In the end, the narrator resigns to commemorating the names of those fallen revolutionary figures — Thomas MacDonagh, John MacBride, James Connolly and Patrick Pearse — as eternal heroes of the Irish Republican movement (symbolised by the colour green), with Yeats adapting the final refrain to reflect the price these people paid to change the course of Irish history:

I write it out in a verse—
MacDonagh and MacBride
And Connolly and Pearse
Now and in time to be,
Wherever green is worn,
Are changed, changed utterly:
A terrible beauty is born.

The extent to which Yeats was willing to eulogize the members of the Easter Rising can be seen in his usage of "green" (78) to commemorate said members above, even though he generally abhors the use of the colour green as a political symbol (Yeats's abhorrence was such that he forbade green as the color of the binding of his books). In commemorating the names of the revolutionaries in eloquent lamentation in the final stanza, including even his love rival Major John MacBride, Yeats reconciled his personal private sentiments towards some of the individuals involved with the larger nationalist sentiments upheld and championed by the poem, even if there were revolutionaries whose strategies he didn't fully agree with.
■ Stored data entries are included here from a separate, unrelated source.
import { expect, test } from 'vitest';
import { parseDecimal, parseGrouped } from '../../../lib/intake/numbers.ts';

const POINT = 46;
const COMMA = 44;

function parse(text: string, decimal = POINT): number {
  const bytes = new TextEncoder().encode(`x${text}x`);
  return parseDecimal(bytes, 1, bytes.length - 1, decimal);
}

test.each([
  ...['0', '7', '87.0', '0.0099109', '12345.678', '.5', '5.', '+3.2', '-3.2', '-0.0', '007.10', '1e3', '2.5E-3'],
  // 15, 16 and 17 significant digits; 22 and 23 decimals; halves between two doubles.
  ...['123456789012345', '1234567890123456', '0.12345678901234567', '9007199254740993', '0.1000000000000000055511'],
  ...[
    '0.0000000000000000000001',
    '0.00000000000000000000012',
    '123456789.123456789',
    '1e-310',
    '1.7976931348623157e308',
  ],
])('parseDecimal(%s) gives exactly the double of Number(text)', (text) => {
  expect(parse(text)).toBe(Number(text));
});

test.each([
  '',
  '.',
  '-',
  '+',
  '1.2.3',
  '1,5',
  '0x10',
  'Infinity',
  'NaN',
  '1e999',
  '12a',
  '1 2',
  '--1',
  '1e',
  'e5',
  '½',
])('parseDecimal(“%s”) is NaN: not one finite decimal number', (text) => {
  expect(parse(text)).toBeNaN();
});

test('parseDecimal with a decimal comma reads 2,345 as 2.345, and takes no point', () => {
  expect(parse('2,345', COMMA)).toBe(2.345);
  expect(parse('-0,5', COMMA)).toBe(-0.5);
  expect(parse('1.234,5', COMMA)).toBeNaN();
  expect(parse('1.5', COMMA)).toBeNaN();
  expect(parse('1,2345678901234567', COMMA)).toBe(1.2345678901234567);
});

test.each([
  ['1,234.5', '.', ',', 1234.5],
  ['1,234,567', '.', ',', 1234567],
  ['999', '.', ',', 999],
  ['1234.5', '.', ',', 1234.5],
  ['1.234,5', ',', '.', 1234.5],
  ['-1 234,5', ',', ' ', -1234.5],
  ['1\u202f234', '.', ' ', 1234],
  ['1\u00a0234.25', '.', ' ', 1234.25],
  ["12'345.5", '.', "'", 12345.5],
  ['12’345', '.', "'", 12345],
  ['1.5e3', '.', ',', 1500],
] as const)('parseGrouped(“%s”) is a number of groups of three', (text, decimal, thousands, value) => {
  expect(parseGrouped(text, decimal, thousands)).toBe(value);
});

test.each([
  ['1,23', '.', ','],
  ['1234,567', '.', ','],
  ['1,234.567,8', '.', ','],
  [',123', '.', ','],
  ['1,,234', '.', ','],
  ['1.234.5', ',', '.'],
  ['1,2345', '.', ','],
  ['', '.', ','],
] as const)('parseGrouped(“%s”) is NaN', (text, decimal, thousands) => {
  expect(parseGrouped(text, decimal, thousands)).toBeNaN();
});
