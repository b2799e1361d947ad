import { expect, test } from 'vitest';
import { parseDecimal } from '../../../lib/intake/numbers.ts';

const POINT = 46;
const COMMA = 44;

function parse(text: string, decimal = POINT): number {
  const bytes = new TextEncoder().encode(`x${text}x`);
  return parseDecimal(bytes, 1, bytes.length - 1, decimal);
}

test.each([
  ...['0', '7', '87.0', '0.0099109', '12345.678', '.5', '5.', '+3.2', '-3.2', '-0.0', '007.10', '1e3', '2.5E-3'],
  // 15, 16 and 17 significant digits; 22 and 23 decimals; halves between two doubles.
  ...['123456789012345', '1234567890123456', '0.12345678901234567', '9007199254740993', '0.1000000000000000055511'],
  ...[
    '0.0000000000000000000001',
    '0.00000000000000000000012',
    '123456789.123456789',
    '1e-310',
    '1.7976931348623157e308',
  ],
])('parseDecimal(%s) gives exactly the double of Number(text)', (text) => {
  expect(parse(text)).toBe(Number(text));
});

test.each([
  '',
  '.',
  '-',
  '+',
  '1.2.3',
  '1,5',
  '0x10',
  'Infinity',
  'NaN',
  '1e999',
  '12a',
  '1 2',
  '--1',
  '1e',
  'e5',
  '½',
])('parseDecimal(“%s”) is NaN: not one finite decimal number', (text) => {
  expect(parse(text)).toBeNaN();
});

test('parseDecimal with a decimal comma reads 2,345 as 2.345, and takes no point', () => {
  expect(parse('2,345', COMMA)).toBe(2.345);
  expect(parse('-0,5', COMMA)).toBe(-0.5);
  expect(parse('1.234,5', COMMA)).toBeNaN();
  expect(parse('1.5', COMMA)).toBeNaN();
  expect(parse('1,2345678901234567', COMMA)).toBe(1.2345678901234567);
});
Yeats has an interesting perspective on the historical significance of his poem, adding to the tension of his recording. The revolutionaries "now and in time to be (77)... are changed, changed utterly" (79)— the knowledge of which shows Yeats's astute insight into the historical importance of his poetic memorial of these revolutionary figures.

The date of the Easter Rising can be seen in the structure of the poem also: there are 16 lines (for 1916) in the first and third stanzas, 24 lines (for April 24, the date the Rising began) in the second and fourth stanzas, and four stanzas in total (which refers to April, the fourth month of the year).